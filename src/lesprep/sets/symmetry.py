"""Symmetries of the square (the dihedral group D4) applied to patches and wind vectors.

A patch is an array ``(..., py, px)``: the last axis runs along ``x`` and the one before
along ``y``, both with increasing coordinate (the layout of
:mod:`lesprep.scales.patches`). Element ``code`` (0 to 7) of D4 is ``code % 4`` quarter
turns as ``numpy.rot90(a, k, axes=(-2, -1))`` after, when ``code >= 4``, a reflection
``numpy.flip(a, axis=-1)`` (``x -> -x``). Code 0 is the identity.

A scalar field is moved: ``b(r) = a(M^-1 r)``. A horizontal vector field (the wind
components ``u`` along ``x`` and ``v`` along ``y``) is moved and turned:
``(u', v')(r) = M (u, v)(M^-1 r)``, with ``M`` the element's 2 x 2 matrix on ``(x, y)``
(:func:`matrix`; ``numpy.rot90`` over ``(y, x)`` turns ``x`` towards ``-y``, so one of its
quarter turns has ``M = [[0, 1], [-1, 0]]``). A per-sample vector without position (the
block means ``u_mean``, ``v_mean``) is only turned. Entries of ``M`` are 0 and +-1, so
every transform is exact in any dtype.

The flow is symmetric under D4 only where nothing sets a horizontal direction: a mean
wind or mean shear, Coriolis turning of the wind with height, sloping terrain or a
coastline, and anisotropic grids (``dx != dy``, or patches that are not square) all
break it (``docs/reader.md``).
"""

from __future__ import annotations

from collections.abc import Mapping, Sequence

import numpy as np
from numpy.typing import NDArray

CODES = tuple(range(8))
"""The eight elements of D4: quarter turns ``code % 4``, reflection when ``code >= 4``."""

_TURN = np.array([[0, 1], [-1, 0]], dtype=np.int64)
_FLIP = np.array([[-1, 0], [0, 1]], dtype=np.int64)


def _check(code: int) -> tuple[int, bool]:
    if int(code) not in CODES:
        raise ValueError(f"symmetry code {code}: expected an integer 0 to 7")
    return int(code) % 4, int(code) >= 4


def matrix(code: int) -> NDArray[np.int64]:
    """2 x 2 matrix of element ``code`` acting on ``(x, y)`` vectors.

    Examples
    --------
    >>> matrix(1).tolist(), matrix(4).tolist()
    ([[0, 1], [-1, 0]], [[-1, 0], [0, 1]])
    """
    k, flip = _check(code)
    m = np.linalg.matrix_power(_TURN, k)
    return m @ _FLIP if flip else m


def inverse(code: int) -> int:
    """Code of the inverse element (reflections are their own inverse).

    Examples
    --------
    >>> [inverse(c) for c in CODES]
    [0, 3, 2, 1, 4, 5, 6, 7]
    """
    k, flip = _check(code)
    return int(code) if flip else (4 - k) % 4


def move(a: NDArray, code: int) -> NDArray:
    """Scalar patches ``(..., py, px)`` moved by element ``code`` (a view where possible).

    Examples
    --------
    >>> move(np.array([[1, 2], [3, 4]]), 1).tolist()
    [[2, 4], [1, 3]]
    """
    k, flip = _check(code)
    a = np.asarray(a)
    if k % 2 and a.shape[-1] != a.shape[-2]:
        raise ValueError(
            f"patches of shape {a.shape[-2:]} (py, px) are not square: a quarter turn needs "
            "py == px"
        )
    if flip:
        a = np.flip(a, axis=-1)
    return np.rot90(a, k, axes=(-2, -1))


def turn(u: NDArray, v: NDArray, code: int) -> tuple[NDArray, NDArray]:
    """Components ``(u, v)`` turned by element ``code`` (no move).

    Examples
    --------
    >>> [float(c) for c in turn(np.array(1.0), np.array(0.0), 1)]
    [0.0, -1.0]
    """
    m = matrix(code)
    u, v = np.asarray(u), np.asarray(v)
    return m[0, 0] * u + m[0, 1] * v, m[1, 0] * u + m[1, 1] * v


def transform_vector(u: NDArray, v: NDArray, code: int) -> tuple[NDArray, NDArray]:
    """Vector patches ``(u, v)`` moved and turned by element ``code``."""
    return turn(move(u, code), move(v, code), code)


def apply(
    batch: Mapping[str, NDArray],
    codes: NDArray[np.integer],
    *,
    vectors: Sequence[tuple[str, str]] = (),
) -> dict[str, NDArray]:
    """One element of D4 per sample, the same for every patch variable of the sample.

    Parameters
    ----------
    batch
        Name -> array with the sample first; arrays of three or more dimensions are
        patches (moved), the others are left alone unless named in ``vectors``.
    codes
        Element of each sample (0 to 7).
    vectors
        ``(x component, y component)`` pairs of the batch: patches moved and turned,
        per-sample values turned.

    Returns
    -------
    dict
        New arrays for the patches and vectors; the other entries as they were.
    """
    codes = np.asarray(codes)
    out = dict(batch)
    paired = {name for pair in vectors for name in pair}
    for name, a in batch.items():
        if name in paired or np.ndim(a) < 3:
            continue
        out[name] = _moved(np.asarray(a), codes)
    for xname, yname in vectors:
        u, v = np.asarray(batch[xname]), np.asarray(batch[yname])
        newu, newv = np.empty_like(u), np.empty_like(v)
        for c in np.unique(codes):
            sel = codes == c
            a, b = (
                transform_vector(u[sel], v[sel], int(c))
                if u.ndim >= 3
                else turn(u[sel], v[sel], int(c))
            )
            newu[sel], newv[sel] = a, b
        out[xname], out[yname] = newu, newv
    return out


def _moved(a: NDArray, codes: NDArray) -> NDArray:
    out = np.empty_like(a)
    for c in np.unique(codes):
        sel = codes == c
        out[sel] = move(a[sel], int(c))
    return out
────────────────────────────────────────
▸ ACTION ITEM
Your task is to retype the entries verbatim, starting with the line that holds "is the identity." and stopping after the line that holds "coastline, and anisotropic".

▸ PROBLEM SOLUTION
``numpy.flip(a, axis=-1)`` (``x -> -x``). Code 0 is the identity.

A scalar field is moved: ``b(r) = a(M^-1 r)``. A horizontal vector field (the wind
components ``u`` along ``x`` and ``v`` along ``y``) is moved and turned:
``(u', v')(r) = M (u, v)(M^-1 r)``, with ``M`` the element's 2 x 2 matrix on ``(x, y)``
(:func:`matrix`; ``numpy.rot90`` over ``(y, x)`` turns ``x`` towards ``-y``, so one of its
quarter turns has ``M = [[0, 1], [-1, 0]]``). A per-sample vector without position (the
block means ``u_mean``, ``v_mean``) is only turned. Entries of ``M`` are 0 and +-1, so
every transform is exact in any dtype.

The flow is symmetric under D4 only where nothing sets a horizontal direction: a mean
wind or mean shear, Coriolis turning of the wind with height, sloping terrain or a
coastline, and anisotropic grids (``dx != dy``, or patches that are not square) all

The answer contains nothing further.